* Required work
Look for the word "inside" in the records, and copy each line where it appears.

Stored data entries:
..........
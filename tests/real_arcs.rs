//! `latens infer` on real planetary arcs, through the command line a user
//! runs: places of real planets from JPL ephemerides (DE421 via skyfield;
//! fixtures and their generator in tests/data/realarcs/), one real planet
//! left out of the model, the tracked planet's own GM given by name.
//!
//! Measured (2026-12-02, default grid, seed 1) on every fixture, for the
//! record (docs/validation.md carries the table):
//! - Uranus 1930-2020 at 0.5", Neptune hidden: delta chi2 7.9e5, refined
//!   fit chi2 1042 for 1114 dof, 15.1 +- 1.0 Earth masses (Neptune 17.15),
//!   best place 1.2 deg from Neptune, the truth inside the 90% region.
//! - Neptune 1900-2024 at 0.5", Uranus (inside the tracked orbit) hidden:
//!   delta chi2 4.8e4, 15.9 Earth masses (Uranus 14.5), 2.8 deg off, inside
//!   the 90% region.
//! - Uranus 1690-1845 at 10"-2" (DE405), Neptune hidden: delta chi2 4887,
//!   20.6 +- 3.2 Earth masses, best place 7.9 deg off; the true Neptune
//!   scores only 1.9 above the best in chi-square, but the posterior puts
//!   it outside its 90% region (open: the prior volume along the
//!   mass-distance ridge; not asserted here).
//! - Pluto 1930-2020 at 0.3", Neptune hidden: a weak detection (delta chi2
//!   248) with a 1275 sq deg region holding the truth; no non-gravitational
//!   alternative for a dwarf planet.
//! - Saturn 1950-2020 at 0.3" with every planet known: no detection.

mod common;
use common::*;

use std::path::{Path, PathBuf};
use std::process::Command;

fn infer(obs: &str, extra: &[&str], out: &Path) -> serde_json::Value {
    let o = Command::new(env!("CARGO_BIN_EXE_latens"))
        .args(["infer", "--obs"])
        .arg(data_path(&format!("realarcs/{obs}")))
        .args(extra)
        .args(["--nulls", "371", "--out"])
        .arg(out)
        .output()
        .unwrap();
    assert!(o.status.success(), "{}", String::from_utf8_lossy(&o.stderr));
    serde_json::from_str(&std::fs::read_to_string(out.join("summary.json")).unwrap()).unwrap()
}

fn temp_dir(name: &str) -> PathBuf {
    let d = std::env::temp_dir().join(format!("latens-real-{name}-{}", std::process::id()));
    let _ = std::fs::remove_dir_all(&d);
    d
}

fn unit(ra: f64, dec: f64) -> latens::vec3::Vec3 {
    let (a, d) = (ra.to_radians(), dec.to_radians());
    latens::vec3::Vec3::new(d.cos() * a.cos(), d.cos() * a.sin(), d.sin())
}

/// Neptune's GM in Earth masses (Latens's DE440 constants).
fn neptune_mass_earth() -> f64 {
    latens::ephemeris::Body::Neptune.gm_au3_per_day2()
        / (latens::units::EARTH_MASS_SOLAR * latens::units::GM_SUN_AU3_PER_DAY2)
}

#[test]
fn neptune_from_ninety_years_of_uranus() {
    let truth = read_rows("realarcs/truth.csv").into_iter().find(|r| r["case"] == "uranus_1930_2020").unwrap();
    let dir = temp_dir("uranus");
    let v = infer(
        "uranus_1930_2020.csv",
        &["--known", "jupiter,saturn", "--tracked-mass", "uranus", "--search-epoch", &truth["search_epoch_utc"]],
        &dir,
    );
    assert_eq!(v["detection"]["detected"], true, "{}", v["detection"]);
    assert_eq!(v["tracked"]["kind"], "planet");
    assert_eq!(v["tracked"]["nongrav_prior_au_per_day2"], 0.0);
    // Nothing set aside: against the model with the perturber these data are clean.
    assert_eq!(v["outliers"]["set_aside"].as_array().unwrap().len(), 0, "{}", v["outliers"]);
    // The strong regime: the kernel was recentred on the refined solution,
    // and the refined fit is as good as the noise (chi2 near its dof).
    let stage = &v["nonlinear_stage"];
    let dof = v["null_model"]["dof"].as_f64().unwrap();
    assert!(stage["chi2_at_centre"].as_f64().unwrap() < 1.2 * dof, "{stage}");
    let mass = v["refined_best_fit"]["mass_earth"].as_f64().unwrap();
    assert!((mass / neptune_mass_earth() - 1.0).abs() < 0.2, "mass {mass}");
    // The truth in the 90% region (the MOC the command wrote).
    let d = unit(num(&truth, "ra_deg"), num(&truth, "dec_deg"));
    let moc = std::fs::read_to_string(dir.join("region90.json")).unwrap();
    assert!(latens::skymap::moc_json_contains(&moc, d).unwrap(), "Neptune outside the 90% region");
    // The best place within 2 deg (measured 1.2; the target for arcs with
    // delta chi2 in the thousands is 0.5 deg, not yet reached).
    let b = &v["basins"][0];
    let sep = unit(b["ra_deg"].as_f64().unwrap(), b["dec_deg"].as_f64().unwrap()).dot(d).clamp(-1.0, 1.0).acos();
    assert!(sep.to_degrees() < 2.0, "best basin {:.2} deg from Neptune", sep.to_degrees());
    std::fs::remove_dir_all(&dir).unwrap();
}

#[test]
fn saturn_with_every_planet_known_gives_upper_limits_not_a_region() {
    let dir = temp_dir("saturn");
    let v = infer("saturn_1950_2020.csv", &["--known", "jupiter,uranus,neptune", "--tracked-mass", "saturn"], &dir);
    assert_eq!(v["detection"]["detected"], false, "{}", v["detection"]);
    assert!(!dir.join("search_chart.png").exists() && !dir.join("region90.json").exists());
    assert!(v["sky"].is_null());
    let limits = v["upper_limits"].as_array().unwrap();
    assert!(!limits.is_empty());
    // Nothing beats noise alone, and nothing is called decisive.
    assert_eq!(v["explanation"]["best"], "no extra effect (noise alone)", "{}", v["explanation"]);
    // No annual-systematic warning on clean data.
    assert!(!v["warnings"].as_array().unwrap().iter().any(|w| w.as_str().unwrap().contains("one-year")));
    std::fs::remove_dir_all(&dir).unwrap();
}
..........
* Result of the exercise
//!   best place 1.2 deg from Neptune, the truth inside the 90% region.
//! - Neptune 1900-2024 at 0.5", Uranus (inside the tracked orbit) hidden:
//!   delta chi2 4.8e4, 15.9 Earth masses (Uranus 14.5), 2.8 deg off, inside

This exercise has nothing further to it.